Nog spectaculairder was dat delen van de vindplaats, die Shimao wordt genoemd omdat de oorspronkelijke naam onbekend is, volgens koolstofdateringen 4300 jaar oud zijn. Daarmee zijn ze bijna tweeduizend jaar ouder dan het oudste segment van de Chinese Muur en vijfhonderd jaar ouder dan de eerste tekenen van een voortgeschreden beschaving op de Centrale Laagvlakte, die vele honderden kilometers verder naar het zuiden ligt.
In dit ogenschijnlijk afgelegen gebied floreerde Shimao bijna een half millennium lang, van circa 2300 tot 1800 v. Chr. Daarna werd de stad verlaten, plotseling en zonder aanwijsbare redenen.
In geen van de oude teksten waarop Chinese archeologen een beroep kunnen doen, wordt melding gemaakt van een stad die zich zó ver ten noorden van de ‘bakermat van de Chinese beschaving’ ontwikkelde, laat staan een stad van deze omvang, complexiteit en intensieve contacten met andere culturen. Met een totale oppervlakte van duizend hectare is Shimao nu de grootste Neolithische nederzetting die in China is ontdekt en ongeveer 25 % groter dan Central Park in New York. De aangetroffen kunstvoorwerpen en technologie behoorden tot het cultuurgebied van de noordelijke steppen, dat invloed op toekomstige Chinese dynastieën zou uitoefenen.
Samen met recente ontdekkingen op andere prehistorische vindplaatsen in de regio en langs de kust dwingt Shimao historici ertoe om de oorsprong van de Chinese beschaving te heroverwegen en meer aandacht te besteden aan perifere geografische locaties en culturele invloeden.
“Shimao is een van de belangrijkste archeologische ontdekkingen van deze eeuw,” zegt Sun Zhouyong, directeur van het Instituut voor Archeologie van de provincie Shaanxi en opgravingsleider in Shimao. “Het biedt ons een nieuwe kijk op de ontstaansgeschiedenis van de vroeg-Chinese beschaving.”
Gebouwd voor gevaar
De eerste indruk die Shimao oproept, zelfs als een deels opgegraven vindplaats in de kale heuvels boven de rivier de Tuwei, is die van een stad die werd gebouwd om zich tegen een constant gevaar te kunnen verdedigen.
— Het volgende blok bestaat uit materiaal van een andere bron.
# ------------------------------------------------------------------------------------------
# success regions as runs of treatment counts
# ------------------------------------------------------------------------------------------
@dataclass(frozen=True, eq=False)
class SuccessRegion:
    """Where a trial succeeds, stored as runs of treatment counts per control count.

    Run ``j`` holds the tables ``(x_t, col[j])`` with ``lo[j] <= x_t <= hi[j]``. The region
    of a test is one run per control count reaching the top (``x_t >= t(x_c)``, higher rates
    better) or the bottom (``x_t <= u(x_c)``, lower better): a staircase. Any other region
    (:meth:`from_dense`) may have several runs per control count. A single arm has one
    control "count" (``n_c = 0``).

    Every sum over the region is a sum over runs of prefix sums along ``x_t``: ``O(n_t +
    n_c)`` operations per pair of rates and ``O((n_t + n_c) K)`` for ``K`` rates, instead of
    the ``O(n_t n_c)`` and ``O(n_t n_c K)`` of a dense table (and no matrix product, so no
    linear-algebra threads). A run reaching the top is summed from the top down, one
    starting at 0 from the bottom up, so small tails keep their relative accuracy.

    Examples
    --------
    >>> dense = np.array([[False, False], [True, False], [True, True]])  # (x_t, x_c)
    >>> region = SuccessRegion.from_dense(dense)
    >>> region.runs()
    [(0, 1, 2), (1, 2, 2)]
    >>> float(region.probability(np.array([0.25, 0.5, 0.25]), np.array([0.5, 0.5])))
    0.5
    >>> bool(np.array_equal(region.dense(), dense))
    True
    """

    n_t: int
    n_c: int
    col: np.ndarray
    lo: np.ndarray
    hi: np.ndarray

    @classmethod
    def from_columns(cls, n_t: int, lo: np.ndarray, hi: np.ndarray) -> SuccessRegion:
        """One run ``[lo[x_c], hi[x_c]]`` per control count (empty where ``lo > hi``)."""
        lo = np.asarray(lo, dtype=np.int64)
        hi = np.asarray(hi, dtype=np.int64)
        if lo.ndim != 1 or lo.shape != hi.shape or lo.size == 0 \
                or lo.min() < 0 or hi.max() > n_t:
            raise AssuranceInputError(
                "The 'lo' and 'hi' parameters of SuccessRegion.from_columns must be equally "
                f"long, non-empty lists of counts in 0..{n_t}. Got {lo.tolist()!r} and "
                f"{hi.tolist()!r} instead.")
        keep = lo <= hi
        return cls(int(n_t), lo.size - 1, np.flatnonzero(keep), lo[keep], hi[keep])

    @classmethod
    def from_dense(cls, mask: np.ndarray) -> SuccessRegion:
        """The runs of a boolean array of shape ``(n_t + 1, n_c + 1)``."""
        mask = np.asarray(mask, dtype=bool)
        if mask.ndim != 2 or mask.shape[0] < 2 or mask.shape[1] < 1:
            raise AssuranceInputError(
                "The 'mask' parameter of SuccessRegion.from_dense must be a boolean array "
                "of shape (n_t + 1, n_c + 1) with n_t >= 1. Got shape "
                f"{mask.shape!r} instead.")
        n_t, n_c = mask.shape[0] - 1, mask.shape[1] - 1
        padded = np.zeros((n_c + 1, n_t + 3), dtype=np.int8)
        padded[:, 1:-1] = mask.T
        step = np.diff(padded, axis=1)
        col, start = np.nonzero(step == 1)
        _, stop = np.nonzero(step == -1)
        return cls(n_t, n_c, col.astype(np.int64), start.astype(np.int64),
                   stop.astype(np.int64) - 1)

    def runs(self) -> list[tuple[int, int, int]]:
        """``(x_c, lo, hi)`` of every run, in order of ``x_c``."""
        return list(zip(self.col.tolist(), self.lo.tolist(), self.hi.tolist(), strict=True))

    def dense(self) -> np.ndarray:
        """The region as a boolean array of shape ``(n_t + 1, n_c + 1)``."""
        step = np.zeros((self.n_t + 2, self.n_c + 1), dtype=np.int32)
        np.add.at(step, (self.lo, self.col), 1)
        np.add.at(step, (self.hi + 1, self.col), -1)
        return np.cumsum(step, axis=0)[:-1] > 0

    def tables(self) -> int:
        """Number of outcome tables in the region."""
        return int(np.sum(self.hi - self.lo + 1))

    def _run_sums(self, values: np.ndarray) -> np.ndarray:
        """Sum of ``values[..., lo:hi + 1]`` (along the last axis) for every run."""
        head = np.cumsum(values, axis=-1)
        tail = np.cumsum(values[..., ::-1], axis=-1)[..., ::-1]
        lo, hi = self.lo, self.hi
        inner = head[..., hi] - head[..., np.maximum(lo - 1, 0)]
        return np.where(hi == self.n_t, tail[..., lo], np.where(lo == 0, head[..., hi], inner))

    def _check(self, values: np.ndarray, n: int, name: str, method: str) -> np.ndarray:
        values = np.asarray(values, dtype=float)
        if values.ndim == 0 or values.shape[-1] != n + 1:
            raise AssuranceInputError(
                f"The '{name}' parameter of SuccessRegion.{method} must have {n + 1} entries "
                f"along its last axis. Got shape {values.shape!r} instead.")
        return values

    def probability(self, pmf_t: np.ndarray, pmf_c: np.ndarray) -> float:
        """``sum over the region of pmf_t[x_t] pmf_c[x_c]`` (independent arms)."""
        pmf_t = self._check(pmf_t, self.n_t, "pmf_t", "probability")
        pmf_c = self._check(pmf_c, self.n_c, "pmf_c", "probability")
        return float(np.dot(pmf_c[self.col], self._run_sums(pmf_t)))

    def by_treatment(self, weights_c: np.ndarray) -> np.ndarray:
        """For each ``x_t``, the sum of ``weights_c[..., x_c]`` over the region's ``x_c``.

        ``weights_c`` has shape ``(K, n_c + 1)`` (one row per rate, as
        :func:`binomial_pmf` gives), the result ``(K, n_t + 1)``: ``weights_c @ R.T``.
        """
        weights_c = self._check(weights_c, self.n_c, "weights_c", "by_treatment")
        col = self.col
        if col.size and np.all(col[1:] - col[:-1] == 1):  # consecutive control counts
            w = weights_c[..., col[0]:col[-1] + 1]
        else:
            w = weights_c[..., col]
        lo, hi, x = self.lo, self.hi, np.arange(self.n_t + 1)
        top = hi == self.n_t
        bottom = (lo == 0) & ~top
        inner = ~(top | bottom)
        # a run to the top covers every x_t >= lo; one from the bottom every x_t <= hi
        parts = []
        if top.any():
            parts.append(_sums_up_to(lo[top], w[..., top], x, "right"))
        if bottom.any():
            parts.append(_sums_from(hi[bottom], w[..., bottom], x))
        if inner.any():
            parts.append(_sums_up_to(lo[inner], w[..., inner], x, "right")
                         - _sums_up_to(hi[inner], w[..., inner], x, "left"))
        if not parts:
            return np.zeros(w.shape[:-1] + (self.n_t + 1,))
        return sum(parts[1:], parts[0])

    def by_control(self, weights_t: np.ndarray) -> np.ndarray:
        """For each ``x_c``, the sum of ``weights_t[..., x_t]`` over the region's ``x_t``.

        ``weights_t`` has shape ``(K, n_t + 1)``, the result ``(K, n_c + 1)``:
        ``weights_t @ R``.
        """
        sums = self._run_sums(self._check(weights_t, self.n_t, "weights_t", "by_control"))
        out = np.zeros(sums.shape[:-1] + (self.n_c + 1,))
        if self.col.size == 0:
            return out
        first = np.concatenate(([True], self.col[1:] != self.col[:-1]))
        if first.all():  # one run per control count
            out[..., self.col] = sums
        else:  # runs are stored in order of x_c
            starts = np.flatnonzero(first)
            out[..., self.col[starts]] = np.add.reduceat(sums, starts, axis=-1)
        return out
De vesting lag in een conflictgebied dat duizenden jaren lang werd gekenmerkt door oorlogen tussen de veehoeders van de noordelijke steppen en de boeren van de Centrale Laagvlakte.
Om zichzelf te beschermen tegen agressieve rivalen bouwden de heersers van Shimao hun piramide – met twintig bouwlagen en een rechthoekig grondplan – op de hoogste heuvel in de streek. Het bouwwerk was vanuit alle hoeken van de stad te zien en is ongeveer half zo hoog als de Piramide van Cheops in het Egyptische Giza, die rond dezelfde tijd (2250 v. Chr.) werd gebouwd. Maar de basis van de Chinese piramide is viermaal zo groot als die van zijn Egyptische tegenhanger, en de heersers van Shimao beschermden zich daarnaast door in de bovenste laag van het bouwwerk te wonen, waar zich een twintig hectare groot paleiscomplex met zijn eigen waterreservoir, werkplaatsen en zeer waarschijnlijk ook rituele tempels bevond.
Vanuit de centrale piramide in Shimao liepen in alle richtingen kilometers aan binnen- en buitenmuren, een vroege vorm van stadsplanning die de aanleg van Chinese steden door de eeuwen heen heeft beïnvloed. Alleen al voor de vestingmuren was 125.000 kubieke meter steen nodig, een volume dat gelijkstaat aan de inhoud van vijftig Olympische zwembaden. In het Neolithicum – en voor een nederzetting die tussen de tien- en twintigduizend inwoners geteld moet hebben – is dat een kolossale onderneming geweest. Gezien de enorme omvang van het project denken archeologen dat Shimao een beroep kon doen op de loyaliteit – en arbeidskrachten – van omliggende steden die recentelijk in de regio zijn ontdekt.
Ruim zeventig stenen nederzettingen uit hetzelfde Neolithische tijdperk, dat bekendstaat als de Longshan-cultuur, zijn nu in de noordelijke provincie Shaanxi opgegraven. Tien daarvan liggen in het stroomgebied van de rivier de Tuwei, waar ook Shimao zich bevindt. “Deze satellietdorpen of -steden zijn als manen die rond de vindplaats van Shimao liggen,” zegt Sun. “Samen legden ze een solide basis voor de vroege staatsvorming van Shimao.”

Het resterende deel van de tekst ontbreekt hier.